CBI seeks ban on strikes where too few workers are balloted

The CBI has called for the law to be changed, so that strikes can only go ahead if at least 40% of balloted members vote in favour of action.

This mirrors a report from thinktank Policy Exchange earlier this month, which argued that the legal balance between trade unions, union members and employers no longer reflects the realities of low union membership in most sectors. It also coincides with calls this weekend from London mayor Boris Johnson.

The CBI is also calling for companies to be able to recruit agency staff to “provide essential cover” for striking workers. Currently, organisations can recruit temporary workers directly but are not able to use an agency.

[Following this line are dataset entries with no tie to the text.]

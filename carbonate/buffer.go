package carbonate

import "math"

// BufferIntensity is d(Alk)/d(pH) at constant totals and ionic strength, eq/L
// per pH unit (Van Slyke 1922, with the ion pairs re-equilibrating).
func (s *State) BufferIntensity() float64 {
	return math.Ln10 * (s.p.slopes(carbonGiven).protons + s.p.minorSlope)
}

// CarbonateBufferShare is the share of BufferIntensity that inorganic carbon
// brings, 0 to 1: what is lost when the carbon is taken out at the same pH,
// with the other ions as they are.
func (s *State) CarbonateBufferShare() float64 {
	whole := s.BufferIntensity()
	p := s.p
	p.co3, p.hco3, p.co2 = 0, 0, 0
	p.caHCO3, p.caCO3, p.mgHCO3, p.mgCO3 = 0, 0, 0, 0
	p.t[Carbon] = 0
	rest := math.Ln10 * (p.slopes(carbonGiven).protons + p.minorSlope)
	return max(0, 1-rest/whole)
}
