package margin

import (
	"math"
	"slices"
	"strconv"
	"strings"

	"beckline/carbonate"
	"beckline/dosing"
)

// Tolerance is the half-width of a 95 % interval of a reading: the larger of an
// absolute one, in the reading's SI unit (pH; K; eq/L; mol/L; m3/s; S/m; kg/m3;
// a strength as a fraction), and a share of the value read. Both 0 or more.
type Tolerance struct {
	Absolute float64
	Relative float64
}

// at is the half-width for a value.
func (t Tolerance) at(value float64) float64 {
	return max(t.Absolute, t.Relative*math.Abs(value))
}

// Tolerances holds a tolerance per reading. The zero value has none; Defaults
// has the usual ones. It is a value: a copy is set apart from the original.
type Tolerances struct {
	list []entry
}

type entry struct {
	index     int // into table
	tolerance Tolerance
	named     bool // set by the caller: the reading must have been measured
}

// Defaults are the tolerances of ordinary plant readings (common practice, no
// source): pH 0.10, alkalinity the larger of 3 % and 1 mg/L as CaCO3, the
// temperatures 0.5 K, flow 3 %, strength 1 %, DIC 3 % where it was measured.
// Readings that a sample lacks are passed over.
func Defaults() Tolerances {
	var t Tolerances
	for _, d := range []struct {
		name string
		Tolerance
	}{
		{"ph", Tolerance{Absolute: 0.10}},
		{"ph-temperature", Tolerance{Absolute: 0.5}},
		{"alkalinity", Tolerance{Absolute: 2e-3 / carbonate.MolarMassCaCO3, Relative: 0.03}},
		{"temperature", Tolerance{Absolute: 0.5}},
		{"flow", Tolerance{Relative: 0.03}},
		{"strength", Tolerance{Relative: 0.01}},
		{"dic", Tolerance{Relative: 0.03}},
	} {
		i, _ := find(d.name)
		t.list = append(t.list, entry{index: i, tolerance: d.Tolerance})
	}
	return t
}

// Of returns the tolerance of a reading, by name; ok is false where it has none.
func (t Tolerances) Of(name string) (tol Tolerance, ok bool) {
	for _, e := range t.list {
		if table[e.index].name == name {
			return e.tolerance, true
		}
	}
	return Tolerance{}, false
}

// Names are the readings that have a tolerance, in the order of the table.
func (t Tolerances) Names() []string {
	var names []string
	for _, e := range t.list {
		names = append(names, table[e.index].name)
	}
	return names
}

// Set gives a reading, by its command-line name, a tolerance that was asked for:
// where the sample lacks the reading, Of refuses. The error is a *dosing.Problem
// of field "tolerance": an unknown name, a share of a pH or a temperature (which
// have no natural zero), a half-width that is not above 0 or too wide for a
// normal error (a share over 50 %, pH 2, 20 K).
func (t *Tolerances) Set(name string, tol Tolerance) error { return t.set(name, tol, true) }

// SetUsual is Set for a plant's own instruments: a sample that lacks the reading
// passes it over, as the defaults do.
func (t *Tolerances) SetUsual(name string, tol Tolerance) error { return t.set(name, tol, false) }

func (t *Tolerances) set(name string, tol Tolerance, named bool) error {
	i, ok := find(name)
	if !ok {
		return refuse("unknown_reading", name, "one of "+strings.Join(Names(), ", "))
	}
	r := &table[i]
	switch {
	case tol.Relative != 0 && !r.relative:
		return refuse("bad_tolerance", name+" in percent", "a half-width in the unit of the reading")
	case !(tol.Relative >= 0 && tol.Relative <= greatestShare):
		return refuse("bad_tolerance", name+" "+number(tol.Relative*100)+" %", "above 0 and at most 50 %")
	case !(tol.Absolute >= 0) || math.IsInf(tol.Absolute, 0) || r.greatest > 0 && tol.Absolute > r.greatest:
		accepted := "above 0"
		if r.greatest > 0 {
			accepted += " and at most " + number(r.greatest)
		}
		return refuse("bad_tolerance", name+" "+number(tol.Absolute), accepted)
	case tol == Tolerance{}:
		return refuse("bad_tolerance", name+" 0", "above 0; leave the reading out to take it as exact")
	}
	list := slices.Clone(t.list)
	at, found := slices.BinarySearchFunc(list, i, func(e entry, i int) int { return e.index - i })
	if found {
		list[at] = entry{i, tol, named}
	} else {
		list = slices.Insert(list, at, entry{i, tol, named})
	}
	t.list = list
	return nil
}

func refuse(code, given, accepted string) *dosing.Problem {
	return &dosing.Problem{Kind: dosing.BadInput, Code: code, Field: "tolerance", Given: given, Accepted: accepted}
}

func number(v float64) string { return strconv.FormatFloat(v, 'g', 6, 64) }
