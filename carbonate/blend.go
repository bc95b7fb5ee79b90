package carbonate

import "errors"

// Stream is a water and its share of a blend by flow, in any one unit.
type Stream struct {
	Water Water
	Flow  float64
}

// Blend mixes streams by flow. Totals, alkalinity, background and heat are
// conserved; pH is not averaged but follows from Solve. Flows must not be
// negative and their sum must be positive.
func Blend(streams ...Stream) (Water, error) {
	sum := 0.0
	for _, s := range streams {
		if !(s.Flow >= 0) {
			return Water{}, errors.New("carbonate: a blend's flow is negative")
		}
		sum += s.Flow
	}
	if !(sum > 0) {
		return Water{}, errors.New("carbonate: a blend has no flow")
	}
	var w Water
	coldest, warmest := streams[0].Water.Kelvin, streams[0].Water.Kelvin
	for _, s := range streams {
		f := s.Flow / sum
		coldest, warmest = min(coldest, s.Water.Kelvin), max(warmest, s.Water.Kelvin)
		for i := range w.Totals {
			w.Totals[i] += f * s.Water.Totals[i]
		}
		w.Alkalinity += f * s.Water.Alkalinity
		w.Background += f * s.Water.Background
		w.Kelvin += f * s.Water.Kelvin
	}
	// Rounding must not carry a mean outside what was mixed.
	w.Kelvin = min(max(w.Kelvin, coldest), warmest)
	return w, nil
}
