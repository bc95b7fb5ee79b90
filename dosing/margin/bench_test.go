package margin_test

import (
	"testing"

	"beckline/carbonate"
	"beckline/dosing"
	"beckline/dosing/margin"
)

func mg(v float64, c carbonate.Component) dosing.Optional {
	return dosing.Some(v * 1e-3 / c.MolarMass())
}

func product(tb testing.TB, name string) dosing.Product {
	tb.Helper()
	p, ok := dosing.ProductByName(name)
	if !ok {
		tb.Fatalf("no product %s", name)
	}
	return p
}

// alkalinity turns mg/L as CaCO3 into eq/L.
func alkalinity(v float64) float64 { return 2e-3 * v / carbonate.MolarMassCaCO3 }

// upland is a soft cold water after alum, to be brought to pH 8.4 with caustic.
func upland(tb testing.TB) dosing.Case {
	tb.Helper()
	return dosing.Case{
		Readings: dosing.Readings{
			PH: dosing.Some(6.90), Alkalinity: dosing.Some(alkalinity(24)), Kelvin: dosing.Some(281.15),
			Calcium: mg(7.2, carbonate.Calcium), Magnesium: mg(1.5, carbonate.Magnesium), Sulfate: mg(6, carbonate.Sulfate),
			Chloride: mg(8, carbonate.Chloride), Sodium: mg(6, carbonate.Sodium),
			Conductivity: dosing.Some(78e-4), Flow: dosing.Some(240.0 / 3600),
		},
		Additions: []dosing.Addition{
			{Product: product(tb, "alum-dry"), Dose: dosing.Some(22e-3 / 599.76)},
			{Product: product(tb, "caustic-25"), Solve: true},
		},
		Target: dosing.Target{Kind: dosing.TargetPH, Value: 8.4},
	}
}

// well is a hard well buffered water, brought to pH 7.6 with caustic.
func well(tb testing.TB) dosing.Case {
	tb.Helper()
	return dosing.Case{
		Readings: dosing.Readings{
			PH: dosing.Some(7.15), Alkalinity: dosing.Some(alkalinity(285)), Kelvin: dosing.Some(284.65),
			Calcium: mg(106, carbonate.Calcium), Magnesium: mg(14, carbonate.Magnesium), Sulfate: mg(28, carbonate.Sulfate),
			Chloride: mg(22, carbonate.Chloride), Sodium: mg(10.5, carbonate.Sodium),
			Conductivity: dosing.Some(640e-4), Flow: dosing.Some(0.14),
		},
		Additions: []dosing.Addition{{Product: product(tb, "caustic-50"), Solve: true}},
		Target:    dosing.Target{Kind: dosing.TargetPH, Value: 7.6},
	}
}

func solve(tb testing.TB, c dosing.Case) *dosing.Result {
	tb.Helper()
	r, err := dosing.Solve(c)
	if err != nil {
		tb.Fatal(err)
	}
	return r
}

func benchmark(b *testing.B, c dosing.Case, o margin.Options) {
	r := solve(b, c)
	tol := margin.Defaults()
	b.ReportAllocs()
	b.ResetTimer()
	for b.Loop() {
		if _, err := margin.Of(r, tol, o); err != nil {
			b.Fatal(err)
		}
	}
}

func BenchmarkFirstOrder(b *testing.B) {
	benchmark(b, upland(b), margin.Options{Method: margin.FirstOrder})
}

func BenchmarkDraws(b *testing.B) {
	benchmark(b, upland(b), margin.Options{Method: margin.Draws})
}

func BenchmarkDrawsToIndex(b *testing.B) {
	c := upland(b)
	c.Target = dosing.Target{Kind: dosing.TargetSaturationIndex, Value: -1}
	benchmark(b, c, margin.Options{Method: margin.Draws})
}

func BenchmarkDrawsToCCPP(b *testing.B) {
	c := upland(b)
	c.Target = dosing.Target{Kind: dosing.TargetCCPP, Value: -5e-3 / carbonate.MolarMassCaCO3}
	benchmark(b, c, margin.Options{Method: margin.Draws})
}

John Cridland, CBI deputy director-general, said: “Industrial action is never inevitable, and we want to see public sector managers and unions going the extra mile during difficult times ahead. By constructively working together, damaging industrial action can be avoided.

“The public increasingly expects it to be business as usual, even during a strike, so firms must be allowed to hire temporary workers directly from an agency to provide emergency cover for striking workers.”

TUC general secretary Brendan Barber commented: “The UK has some of the toughest legal restrictions on the right to strike in the advanced world. Already the courts regularly strike down democratic ballots that clearly show majority support for action.

“The CBI proposals are a fundamental attack on basic rights at work that are recognised in every human rights charter, and will be dismissed by any Government with a commitment to civil liberties.”